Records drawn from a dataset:
#####
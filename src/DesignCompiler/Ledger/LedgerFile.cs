using System.Globalization;
using System.Text;
using DesignCompiler.Diagnostics;
using Microsoft.Data.Sqlite;

namespace DesignCompiler.Ledger;

/// <summary>
/// One trial's ledger: an SQLite file in rollback-journal mode, so a ledger is always one file
/// that can be copied or mailed, and a write cut short (power loss, a killed process) is rolled
/// back the next time the file is opened. Every write runs in one <c>BEGIN IMMEDIATE</c>
/// transaction that first checks the chain, then reads the history, then appends, so two
/// commands at once are serialised and the second sees what the first wrote. A command that
/// finds the file locked waits up to <see cref="LedgerOptions.LockWait"/>, then fails clearly.
/// </summary>
public sealed class LedgerFile : IDisposable
{
    private static ReadOnlySpan<byte> SqliteMagic => "SQLite format 3\0"u8;

    private readonly SqliteConnection _connection;
    private readonly LedgerOptions _options;

    private LedgerFile(string path, SqliteConnection connection, LedgerOptions options)
    {
        Path = path;
        _connection = connection;
        _options = options;
    }

    public string Path { get; }

    /// <summary>Opens a ledger; with <paramref name="create"/> a missing (or empty) file becomes a new ledger.</summary>
    public static (LedgerFile? Ledger, Diagnostic? Problem) Open(string path, bool create, LedgerOptions? options = null)
    {
        options ??= LedgerOptions.Default;
        if (Directory.Exists(path)) return (null, At(path, LedgerDiagnostics.LedgerUnreadable, "it is a folder, not a ledger file"));
        var exists = File.Exists(path);
        if (!exists && !create) return (null, At(path, LedgerDiagnostics.LedgerMissing, path));
        if (exists && NotSqlite(path) is { } why) return (null, At(path, LedgerDiagnostics.NotALedger, why));

        SqliteConnection? connection = null;
        try
        {
            if (!exists) Directory.CreateDirectory(System.IO.Path.GetDirectoryName(System.IO.Path.GetFullPath(path))!);
            connection = new SqliteConnection(new SqliteConnectionStringBuilder
            {
                DataSource = path,
                Mode = create ? SqliteOpenMode.ReadWriteCreate : SqliteOpenMode.ReadWrite,
                // Pooling would keep the file open after a command ends, which a tool that exits anyway does not need.
                Pooling = false,
                DefaultTimeout = Math.Max(1, (int)Math.Ceiling(options.LockWait.TotalSeconds)),
            }.ToString());
            connection.Open();
            LedgerQueries.Execute(connection, null, FormattableString.Invariant(
                $"PRAGMA busy_timeout = {(int)options.LockWait.TotalMilliseconds}; PRAGMA synchronous = FULL; PRAGMA foreign_keys = ON;"));

            var problem = create ? EnsureSchema(connection, path) : null;
            problem ??= CheckIdentity(connection, path);
            if (problem is not null)
            {
                connection.Dispose();
                return (null, problem);
            }
            return (new LedgerFile(path, connection, options), null);
        }
        catch (Exception e) when (LedgerFailure.IsExpected(e))
        {
            connection?.Dispose();
            return (null, LedgerFailure.From(path, e, options));
        }
    }

    /// <summary>Checks the chain and the file's integrity, without interpreting anything.</summary>
    public LedgerResult<LedgerCheck> Verify() => Guard(() =>
    {
        using var transaction = _connection.BeginTransaction(deferred: true);
        var rows = LedgerQueries.ReadAll(_connection, transaction);
        var check = LedgerVerifier.Check(rows);
        if (check.Intact && LedgerQueries.Scalar(_connection, transaction, "PRAGMA quick_check") is string quick && quick != "ok")
            check = LedgerCheck.Broken("the file is damaged (SQLite's check says: " + quick + ")", null, check.Entries, check.HeadHash);
        return LedgerResult<LedgerCheck>.Ok(check);
    });

    /// <summary>The whole history, once the chain is checked; a broken chain is an error, so nothing is built on an edited ledger.</summary>
    public LedgerResult<LedgerHistory> Read() => Guard(() =>
    {
        using var transaction = _connection.BeginTransaction(deferred: true);
        return ReadChecked(transaction);
    });

    /// <summary>
    /// Runs <paramref name="work"/> inside one write transaction on the checked history. The
    /// appender's entries are committed only if the work reports no error; otherwise, or on any
    /// failure, nothing is written.
    /// </summary>
    public LedgerResult<T> Update<T>(LedgerActor actor, Func<LedgerHistory, LedgerAppender, LedgerResult<T>> work) => Guard(() =>
    {
        using var transaction = _connection.BeginTransaction(deferred: false);
        var history = ReadChecked(transaction);
        if (history.HasErrors || history.Value is null) return LedgerResult<T>.Fail(history.Diagnostics);

        var result = work(history.Value, new LedgerAppender(_connection, transaction, actor));
        if (result.HasErrors)
        {
            transaction.Rollback();
            return result;
        }
        if (_options.PauseBeforeCommit is { } pause)
        {
            _options.OnPause?.Invoke();
            Thread.Sleep(pause);
        }
        transaction.Commit();
        return result;
    });

    public void Dispose() => _connection.Dispose();

    private LedgerResult<LedgerHistory> ReadChecked(SqliteTransaction transaction)
    {
        var rows = LedgerQueries.ReadAll(_connection, transaction);
        var check = LedgerVerifier.Check(rows);
        if (!check.Intact) return LedgerResult<LedgerHistory>.Fail(At(Path, LedgerDiagnostics.LedgerChanged, check.Problem!));
        return LedgerResult<LedgerHistory>.Ok(LedgerHistory.From(rows));
    }

    private LedgerResult<T> Guard<T>(Func<LedgerResult<T>> action)
    {
        try
        {
            return action();
        }
        catch (Exception e) when (LedgerFailure.IsExpected(e))
        {
            return LedgerResult<T>.Fail(LedgerFailure.From(Path, e, _options));
        }
    }

    /// <summary>Why a file cannot be a ledger, read from its first bytes before SQLite is given it (so a text file is named as one).</summary>
    private static string? NotSqlite(string path)
    {
        var head = new byte[100];
        int read;
        using (var stream = new FileStream(path, FileMode.Open, FileAccess.Read, FileShare.ReadWrite))
            read = stream.ReadAtLeast(head, head.Length, throwOnEndOfStream: false);
        if (read == 0) return null; // an empty file: a ledger whose creation was cut off, or about to be made
        if (read >= SqliteMagic.Length && head.AsSpan(0, SqliteMagic.Length).SequenceEqual(SqliteMagic))
            return read < head.Length ? "the file is cut short (it ends inside its header); restore the ledger from a copy" : null;
        var looksLikeText = head.AsSpan(0, read).IndexOfAnyInRange((byte)0, (byte)8) < 0;
        return looksLikeText
            ? "it is a text file (it begins \"" + Printable(head.AsSpan(0, Math.Min(read, 24))) + "\"), not an SQLite ledger"
            : "it is not an SQLite file; a ledger is the file trialc compile --ledger made";
    }

    private static string Printable(ReadOnlySpan<byte> bytes)
    {
        var text = Encoding.UTF8.GetString(bytes);
        var builder = new StringBuilder();
        foreach (var c in text) builder.Append(char.IsControl(c) ? ' ' : c);
        return builder.ToString().Trim();
    }

    /// <summary>Creates the tables in a new (empty) file, in one transaction so a half-made ledger never exists.</summary>
    private static Diagnostic? EnsureSchema(SqliteConnection connection, string path)
    {
        using var transaction = connection.BeginTransaction(deferred: false);
        var tables = Convert.ToInt64(LedgerQueries.Scalar(connection, transaction, "SELECT count(*) FROM sqlite_master"), CultureInfo.InvariantCulture);
        if (tables > 0) return null;
        LedgerQueries.Execute(connection, transaction, LedgerSchema.Create);
        LedgerQueries.Execute(connection, transaction, FormattableString.Invariant($"PRAGMA application_id = {LedgerSchema.ApplicationId}"));
        LedgerQueries.Execute(connection, transaction,
            "INSERT INTO meta (key, value) VALUES ('schema_version', $v), ('entry_count', '0'), ('head_hash', $h)",
            ("$v", LedgerSchema.Version.ToString(CultureInfo.InvariantCulture)), ("$h", LedgerSchema.GenesisHash));
        transaction.Commit();
        return null;
    }

    private static Diagnostic? CheckIdentity(SqliteConnection connection, string path)
    {
        var application = Convert.ToInt64(LedgerQueries.Scalar(connection, null, "PRAGMA application_id"), CultureInfo.InvariantCulture);
        if (application != LedgerSchema.ApplicationId)
        {
            var tables = Convert.ToInt64(LedgerQueries.Scalar(connection, null, "SELECT count(*) FROM sqlite_master"), CultureInfo.InvariantCulture);
            return At(path, LedgerDiagnostics.NotALedger, tables == 0
                ? "the file is empty"
                : "it is an SQLite database of another program");
        }
        var version = LedgerQueries.Scalar(connection, null, "SELECT value FROM meta WHERE key = 'schema_version'") as string;
        if (!int.TryParse(version, NumberStyles.None, CultureInfo.InvariantCulture, out var number))
            return At(path, LedgerDiagnostics.LedgerChanged, "its schema version is gone");
        return number > LedgerSchema.Version
            ? At(path, LedgerDiagnostics.SchemaTooNew, number, LedgerSchema.Version)
            : null;
    }

    private static Diagnostic At(string path, DiagnosticDescriptor descriptor, params object[] arguments) =>
        new(descriptor, SourceLocation.File(path), arguments);
}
#####
▶ [WHAT IS BEING ASKED] Tell me how many lines of the records include the word "SqliteMagic", and say nothing else.

▶ [SOLUTION] 2